Era una soleada mañana, ya habiendo limpiado los alrededores del santuario, y cerca del gran árbol adjunto —donde tenía un pequeño huerto con variadas legumbres y frutas, como flores— Yu Zhen admiraba y cuidaba del huerto, ahora solo arrancó un par de flores para ponerlas en una maceta en la mesilla del retrato.
Escuchó aquellos pies ligeros, difíciles de percibir con un oído no entrenado, mas cría que era su mente engañándole: siempre intentando verlo en donde sea. Y seguro esa vez no era diferente. Decidió bromear al aire, como usualmente hacia —¿Finalmente me enseñarás tu verdadero rostro? —sonrió mofándose ligeramente.
Con flores en manos se levanta y luego voltea para encontrarse con la sorpresa que realmente era él en el marco de la entrada de aquella cerca de madera. Los luceros almendras se quedaron atónito al apreciarle, para luego brotar de ellos lágrimas prístinas. —Volviste…
Y caminando apresurado hacia él, se abalanzó contra el Rey Demonio, abrazándole —Te tardaste demasiado.
✦ ˖࣪ @illusory-fairylight
¿Cuanto tiempo había pasado? ¿Cuántos días había perdido sin estar a su lado?
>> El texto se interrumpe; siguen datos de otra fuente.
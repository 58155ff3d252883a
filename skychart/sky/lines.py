"""Lines of water vapour and oxygen: the transmission of a path, averaged over the width of a wavelength node.

Lines are far narrower than any node, so their transmission is no exponential of the path. Each nanometre is a sum of
four exponentials, fitted to HITRAN lines (Rothman L. S. et al. 2009, JQSRT 110, 533-572,
doi:10.1016/j.jqsrt.2009.02.013) at the pressures of a vertical path from the ground. A mean of transmissions over
wavelength is the mean of the sums, at every path; so nodes further apart are averaged after the exponentials.

The transmissions of two paths one behind the other do not multiply: add the paths, then look up.
"""

from dataclasses import dataclass

import numpy as np
from numpy.typing import ArrayLike, NDArray

from skychart.data import load_table
from skychart.errors import InputError
from skychart.sky.wavelengths import checked_wavelength

Array = NDArray[np.float64]

LONGEST_WATER_CM = 2000.0
LONGEST_OXYGEN_AIR_MASS = 400.0

_WEIGHTS = np.array([0.55, 0.27, 0.13, 0.05])  # of the four terms, the same in every row of the table
_ROWS = 512
_SMALLEST_PATH = 1e-3  # paths well below this many cm or air masses absorb in proportion to their length


def band_transmission(wavelength_nm: ArrayLike, water_cm: ArrayLike, oxygen_air_mass: ArrayLike) -> Array:
    """Transmission of a path through the lines of water vapour and oxygen, shape (..., wavelength).

    `wavelength_nm`: nodes [nm], ascending from 360 to 830 by 1 nm or more, shape (wavelength,), two at least. A node
    stands for a band: the mean over the nanometres about it, with weights that fall linearly from the node to 0 at its
    neighbours. So each nanometre is shared between two nodes, and evenly spaced nodes absorb together what the single
    nanometres do. Nodes 1 nm apart give the table itself. Where nothing absorbs the result is exactly 1.

    `water_cm`: water vapour along the path [cm of precipitable water], 0 or more, shape (...). `oxygen_air_mass`: air
    along the path over that of a vertical path through the whole atmosphere at 1013.25 hPa, 0 or more, shape (...);
    they broadcast. The terms are fitted for paths to 400 cm and to 80 air masses; the sums go on smoothly beyond.
    Pressure broadening is that of the vertical path, also where a path lies higher up. Raises InputError.
    """
    water, oxygen = (
        _checked_path(name, path, unit)
        for name, path, unit in (("water path", water_cm, "cm"), ("oxygen path", oxygen_air_mass, "air masses"))
    )
    shares = band_shares(wavelength_nm)
    return (1 - _absorption("h2o", water) @ shares.T) * (1 - _absorption("o2", oxygen) @ shares.T)


def band_shares(wavelength_nm: ArrayLike) -> Array:
    """Part that each nanometre has in the mean over the band of each node, shape (wavelength, 471), rows of sum 1.

    `wavelength_nm`: as for `band_transmission`. The nanometres are 360 to 830. Other absorbers with structure finer
    than the nodes, such as pairs of oxygen molecules, can be averaged alike. Raises InputError.
    """
    tabulated_nm = load_table("gas_h2o_o2_k4_1nm").columns["wavelength_nm"]
    nodes = checked_wavelength(wavelength_nm, tabulated_nm[0], tabulated_nm[-1])
    if nodes.ndim != 1 or nodes.size < 2 or not np.all(np.diff(nodes) >= 1):
        raise InputError(f"wavelengths have shape {nodes.shape}, accepted are two or more, ascending by 1 nm or more")
    shares = np.array([np.interp(tabulated_nm, nodes, one, left=0, right=0) for one in np.eye(nodes.size)])
    return shares / shares.sum(axis=1, keepdims=True)


@dataclass(frozen=True, eq=False)
class LineTable:
    """`band_transmission` tabulated over the path, for millions of look-ups.

    `wavelength_nm`: the nodes, shape (wavelength,). `water`, `oxygen`: transmission in single precision, shape (row,
    wavelength), row `i` for a path p with log(1 + p / 0.001) evenly spaced up to 2000 cm of water, 400 air masses of
    oxygen; longer paths count as these. Linear in between, within 3e-5 of `band_transmission`.
    """

    wavelength_nm: Array
    water: NDArray[np.float32]
    oxygen: NDArray[np.float32]

    @classmethod
    def of(cls, wavelength_nm: ArrayLike) -> "LineTable":
        """Tabulate for nodes as `band_transmission` accepts them. Raises InputError."""
        return cls(
            np.array(wavelength_nm, dtype=float),
            band_transmission(wavelength_nm, _paths(LONGEST_WATER_CM), 0).astype(np.float32),
            band_transmission(wavelength_nm, 0, _paths(LONGEST_OXYGEN_AIR_MASS)).astype(np.float32),
        )

    def at(self, water_cm: ArrayLike, oxygen_air_mass: ArrayLike) -> NDArray[np.float32]:
        """Transmission (..., wavelength) of paths that broadcast to (...), as in `band_transmission`, 0 or more.

        Trusted to be in range. Exactly 1 at wavelengths where nothing absorbs.
        """
        water = _look_up(self.water, water_cm, LONGEST_WATER_CM)
        oxygen = _look_up(self.oxygen, oxygen_air_mass, LONGEST_OXYGEN_AIR_MASS)
        return water * oxygen


def _checked_path(name: str, path: ArrayLike, unit: str) -> Array:
    values = np.asarray(path, dtype=float)
    outside = ~((values >= 0) & np.isfinite(values))
    if outside.any():
        raise InputError(f"{name} is {values[outside].flat[0]:g} {unit}, accepted is 0 or more")
    return values


def _absorption(gas: str, path: Array) -> Array:
    """One minus transmission of every nanometre of the table, (..., nanometre)."""
    columns = load_table("gas_h2o_o2_k4_1nm").columns
    absorbed = np.zeros((*path.shape, len(columns["wavelength_nm"])))
    for number, weight in enumerate(_WEIGHTS, start=1):
        absorbed -= weight * np.expm1(-path[..., None] * columns[f"{gas}_k{number}"])
    return absorbed


def _paths(longest: float) -> Array:
    return _SMALLEST_PATH * np.expm1(np.linspace(0, np.log1p(longest / _SMALLEST_PATH), _ROWS))


def _look_up(table: NDArray[np.float32], path: ArrayLike, longest: float) -> NDArray[np.float32]:
    rows_per_step = (_ROWS - 1) / np.log1p(longest / _SMALLEST_PATH)
    place = np.minimum(np.log1p(np.asarray(path) / _SMALLEST_PATH) * rows_per_step, _ROWS - 1)
    low = np.minimum(place.astype(np.intp), _ROWS - 2)
    part = (place - low).astype(np.float32)[..., None]
    lower, value = table.take(low, axis=0), table.take(low + 1, axis=0)
    value -= lower
    value *= part
    value += lower
    return value
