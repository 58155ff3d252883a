"""Bent rays of the sun, seen as straight ones in stretched altitudes.

Along a ray in spherical air the product n r sin(zenith angle) is constant (Bouguer). With q = n r for the radius a ray
is straight: its path through a layer is that of a straight ray through a layer whose boundaries lie at q, with the same
amount of air. What the true ray turns about the planet's centre beyond the straight one is its refraction,

    integral of p / q^2 (n dr/dq - 1) ds,   p = q sin(zenith angle),   s^2 = q^2 - p^2

(Auer & Standish 2000, Astron. J. 119, 2472, doi:10.1086/301325, use the same integral over another variable).
"""

from collections.abc import Sequence
from dataclasses import dataclass, replace

import numpy as np
from numpy.typing import NDArray

from skychart.sky.shells import Shells, tangent_altitude, vertical_weight

Array = NDArray[np.float64]

_LARGEST_REFRACTION = 0.05  # rad
_BISECTIONS = 36
_DIFFERENCE = 1e-4  # rad, for a slope


@dataclass(frozen=True, eq=False)
class BentRays:
    """Rays through shells: ``paths`` are the shells in stretched altitudes, ``turning`` yields refraction over p."""

    paths: Shells
    turning: Shells

    @classmethod
    def of(cls, shells: Shells) -> "BentRays":
        """Rays through ``shells``; straight ones where the air does not refract."""
        radius, index = shells.planet_radius_km + shells.altitude_km, shells.refractivity
        height = shells.altitude_km + index * radius - index[0] * shells.planet_radius_km
        decay = np.concatenate([shells.decay_per_km[:1], shells.decay_per_km])
        decay = 0.5 * (decay + np.append(shells.decay_per_km, shells.decay_per_km[-1:]))
        slope = 1 + index - radius * index * decay  # dq/dr
        bend = np.maximum(radius * index * decay / slope, 0.0)
        thickness = np.diff(height)
        thinning = shells.decay_per_km * np.diff(shells.altitude_km) + np.diff(np.log(slope))
        paths = replace(
            shells,
            altitude_km=height,
            decay_per_km=thinning / thickness,
            planet_radius_km=shells.planet_radius_km * (1 + index[0]),
        )
        some = np.maximum(bend, 1e-300)
        fading = np.log(some[:-1] / some[1:]) / thickness
        middle = paths.planet_radius_km + 0.5 * (height[1:] + height[:-1])
        share = bend[:-1] * vertical_weight(fading, thickness) / middle**2
        return cls(paths, replace(paths, decay_per_km=fading, extinction_depth=share[:, None]))

    def depth(self, start: int, cos_zenith: Array) -> Array:
        """Optical depth from boundary ``start`` to space along rays of apparent zenith angle, (..., wavelength)."""
        (depth,) = _along((self.paths,), start, cos_zenith)
        return depth

    def refraction(self, start: int, cos_zenith: Array) -> Array:
        """Refraction [rad] from boundary ``start`` to space along rays of apparent zenith angle, (...)."""
        (turning,) = _along((self.turning,), start, cos_zenith)
        return self._constant(start, cos_zenith) * turning[..., 0]

    def depth_and_refraction(self, start: int, cos_zenith: Array) -> tuple[Array, Array]:
        """Both, in less time."""
        depth, turning = _along((self.paths, self.turning), start, cos_zenith)
        return depth, self._constant(start, cos_zenith) * turning[..., 0]

    def _constant(self, start: int, cos_zenith: Array) -> Array:
        radius = self.paths.planet_radius_km + self.paths.altitude_km[start]
        return np.asarray(radius * np.sqrt(1 - np.square(cos_zenith)))

    def lowest(self, start: int) -> float:
        """Apparent zenith angle [rad] at boundary ``start`` of the ray that grazes the ground."""
        radius = self.paths.planet_radius_km
        return float(np.pi / 2 + np.arccos(radius / (radius + self.paths.altitude_km[start])))

    def apparent(self, start: int, zenith_angle: Array) -> Array:
        """Apparent zenith angle [rad] at boundary ``start`` of the sun at a geometric one; in shadow, past lowest."""
        angle, lowest = np.asarray(zenith_angle, dtype=float), self.lowest(start)
        least, most = angle - _LARGEST_REFRACTION, angle
        for _ in range(_BISECTIONS):
            middle = 0.5 * (least + most)
            late = middle + self.refraction(start, np.cos(np.minimum(middle, lowest))) > angle
            least, most = np.where(late, least, middle), np.where(late, middle, most)
        return 0.5 * (least + most)

    def thinned(self, start: int, apparent_zenith_angle: Array) -> Array:
        """Apparent solid angle of a small source over its true one: what refraction leaves of its irradiance, (...).

        Radiance is kept, so a bundle of rays that refraction spreads is thinned; the low sun is flattened by it.
        """
        angle, lowest = np.asarray(apparent_zenith_angle, dtype=float), self.lowest(start)
        near = np.clip(angle, _DIFFERENCE, lowest - _DIFFERENCE)
        bent = self.refraction(start, np.cos(near))
        ahead, behind = (self.refraction(start, np.cos(near + step)) for step in (_DIFFERENCE, -_DIFFERENCE))
        stretch = 1 + (ahead - behind) / (2 * _DIFFERENCE)
        return np.sin(near) / (np.sin(near + bent) * stretch)


def _along(shells: Sequence[Shells], start: int, cos_zenith: Array) -> list[Array]:
    """Slant sums from boundary ``start`` to space; a ray that would strike the ground has that of one that grazes.

    ``shells``: alike in their altitudes, a sum (..., wavelength) for each.
    """
    first, decays = shells[0], [one.decay_per_km for one in shells]
    cosine = np.asarray(cos_zenith, dtype=float)
    up = cosine >= 0
    altitude, radius = first.altitude_km[start], first.planet_radius_km
    above = first.weighted_paths(tangent_altitude(altitude, cosine[up], radius), decays, start)
    tangent = np.maximum(tangent_altitude(altitude, cosine[~up], radius), 0.0)
    below = first.weighted_paths(tangent, decays)
    crossings = np.where(np.arange(len(decays[0])) >= start, 1.0, 2.0)[:, None]
    results = []
    for one, upward, downward in zip(shells, above, below, strict=True):
        result = np.empty((*cosine.shape, one.extinction_depth.shape[1]))
        result[up] = upward @ one.extinction_depth[start:]
        result[~up] = downward @ (crossings * one.extinction_depth)
        results.append(result)
    return results
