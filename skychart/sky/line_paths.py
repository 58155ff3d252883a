"""Lines of water vapour and oxygen in the sky's light: by the path from sun over the point of scattering to the eye.

Light scattered once is weakened by the lines along exactly that path, a mean over the line of sight. All other light of
that direction takes the same ways, where there is light scattered once; in the planet's shadow the line of sight itself
is what is known of its way.
"""

from dataclasses import dataclass, replace

import numpy as np
from numpy.typing import NDArray

from skychart.sky import air, gases
from skychart.sky.lines import LineTable
from skychart.sky.observer import Station
from skychart.sky.rays import OUTWARD
from skychart.sky.refraction import BentRays
from skychart.sky.shells import tangent_altitude
from skychart.sky.sight import Lines, along

Array = NDArray[np.float64]

_EVERY = 5  # boundary; lines need no finer steps along a line of sight
_STEP_DEG = 0.25
_UNLIT = 1e-25  # light per unit solar irradiance [1/sr]


@dataclass(frozen=True, eq=False)
class LinePaths:
    """Amounts of water [cm] and oxygen [air masses] along paths from a station.

    ``boundaries`` of the station's layers stand for the places of scattering; ``layers`` (layer, 2): vertical amounts
    of the station's layers.
    """

    station: Station
    table: LineTable
    boundaries: NDArray[np.intp]
    layers: Array
    toward_sun: "SunAmounts"

    @classmethod
    def of(cls, station: Station, wavelength_nm: Array, water_cm: float, pressure_hpa: float) -> "LinePaths":
        """Paths of the wanted column of water [cm] and air of the wanted pressure [hPa] at sea level."""
        levels, density = air.standard_air(pressure_hpa)
        molecules = air.column_of_layers(levels, density)
        whole = air.column_of_layers(*air.standard_air()).sum()
        amounts = np.stack([gases.water_layers(levels, water_cm), molecules / whole], axis=1)
        below = np.concatenate([np.zeros((1, 2)), np.cumsum(amounts, axis=0)])
        altitude = station.shells.altitude_km
        layers = np.diff(np.stack([np.interp(altitude, levels, column) for column in below.T], axis=1), axis=0)
        top = len(altitude) - 1
        boundaries = np.union1d(np.arange(0, top, _EVERY), (station.start, top))
        return cls(station, LineTable.of(wavelength_nm), boundaries, layers, SunAmounts.of(station, layers, boundaries))

    def beam(self, solar_zenith_angle: Array) -> NDArray[np.float32]:
        """What lines leave of the direct sun, (..., wavelength)."""
        here = np.flatnonzero(self.boundaries == self.station.start)[0]
        return self._left(self.toward_sun.at(here, np.cos(solar_zenith_angle)))

    def left(self, lines: Lines) -> tuple[Array, Array]:
        """What lines leave of the light along lines of sight, each (line, wavelength).

        Of light scattered once, by its path from the sun; and of light that starts outside the air, by the line of
        sight alone. Where nothing is scattered once the first equals the second.
        """
        station = self.station
        inward, outward = self._from_observer(np.unique(lines.view_cosine))
        once = np.ones((len(lines.view_cosine), len(self.table.wavelength_nm)))
        sight = np.ones_like(once)
        for fan, ray, chosen in station.blocks(lines, self.boundaries):
            level, cos_there, _, _ = along(fan, ray, lines, chosen)
            place = self.boundaries[level]
            branch = np.nonzero(fan.reached[ray])[0]
            near = np.where(branch[:, None] == OUTWARD, outward[ray, place], inward[ray, place])
            left = self._left(near + self.toward_sun.at(level, cos_there))
            weight = fan.weight.sum(axis=0)[ray][fan.reached[ray]].astype(np.float32)
            light = station.table.at(place, cos_there) * weight
            total = light.sum(axis=1)
            sight[chosen] = self._left(near[-1])
            share = (light * left).sum(axis=1) / np.where(total > 0, total, 1)
            once[chosen] = np.where(total > _UNLIT, share, sight[chosen])
        return once, sight

    def _left(self, amounts: Array) -> NDArray[np.float32]:
        return self.table.at(amounts[..., 0], amounts[..., 1])

    def _from_observer(self, view_cosine: Array) -> tuple[Array, Array]:
        """Amounts from the station to each boundary, inward and outward, (ray, boundary, 2)."""
        shells, start = self.station.shells, self.station.start
        tangent = tangent_altitude(shells.altitude_km[start], view_cosine, shells.planet_radius_km)
        slant = shells.slant_factors(tangent)[..., None] * self.layers
        below = np.concatenate([np.zeros_like(slant[:, :1]), np.cumsum(slant, axis=1)], axis=1)
        here = below[:, start, None]
        down = (view_cosine < 0)[:, None, None]
        return np.maximum(here - below, 0), np.maximum(below + np.where(down, here, -here), 0)


@dataclass(frozen=True, eq=False)
class SunAmounts:
    """Amounts from some boundaries to the sun, on its zenith angle every quarter degree: (boundary, angle, 2)."""

    values: Array

    @classmethod
    def of(cls, station: Station, layers: Array, boundaries: NDArray[np.intp]) -> "SunAmounts":
        """Of the station's shells with the given vertical amounts, (layer, 2), from ``boundaries`` of them."""
        rays = BentRays.of(replace(station.shells, extinction_depth=layers))
        angles = np.radians(np.arange(0, 180 + _STEP_DEG, _STEP_DEG))
        values = np.empty((len(boundaries), len(angles), 2))
        for row, start in enumerate(map(int, boundaries)):
            seen = np.minimum(angles, rays.lowest(start))
            seen = seen[: np.searchsorted(seen, rays.lowest(start)) + 1]
            geometric = seen + rays.refraction(start, np.cos(seen))
            depth = rays.depth(start, np.cos(seen))
            for amount in range(2):
                values[row, :, amount] = np.interp(angles, geometric, depth[:, amount])
        return cls(values)

    def at(self, boundary: NDArray[np.intp], cos_zenith: Array) -> Array:
        """Amounts (..., 2) from ``boundary``, its number among those, toward the sun; the two broadcast to (...)."""
        place = np.degrees(np.arccos(np.clip(cos_zenith, -1, 1))) / _STEP_DEG
        low = np.minimum(place.astype(np.intp), self.values.shape[1] - 2)
        part = (place - low)[..., None]
        return (1 - part) * self.values[boundary, low] + part * self.values[boundary, low + 1]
Esto era lo tedioso del viaje de vuelta al infierno o al mundo celestial; El tiempo era relativo. Pordía pasar un minuto en cualquiera de esos sitios pero en el mundo terrenal, era algo compeltamente diferente.
El perfume de las gardenias le dio la bienvenida. Estaba agotado. Por más que todo mundo le temiese, mortal o inmortal, lo cierto es que cruzar el umbral entre la tierra y el mundo espiritual o el inframundo era un gran derroche de energía... Pero aquél delicado y dulce perfume, le ánimo por alguna extraña razón.
Y es que, oler este delicioso aroma era la antesala a encontrarse con el ente más divino que haya existido jamás, el dueño de su mirada, su cuerpo, sus ceniza, su aliento... De si mismo.
Al poner un pie dentro de aquella choza humilde, y sentir el crujido de algunas espigas de heno seco quebrarse bajo su pie, el rostro de su amado se topó con el suyo.
Una sonrisa de dibujo casi por si sola, de súbito. ¿Cómo no volver ante semejante imagen?
Al sentir sus brazos rodear su persona, sentió un exquisito escalofrío recorrerle de punta a punta. — ¿Me has extrañado? — Al fin... Lo tenía en sus brazos. — Adelante, muéstrame cuánto.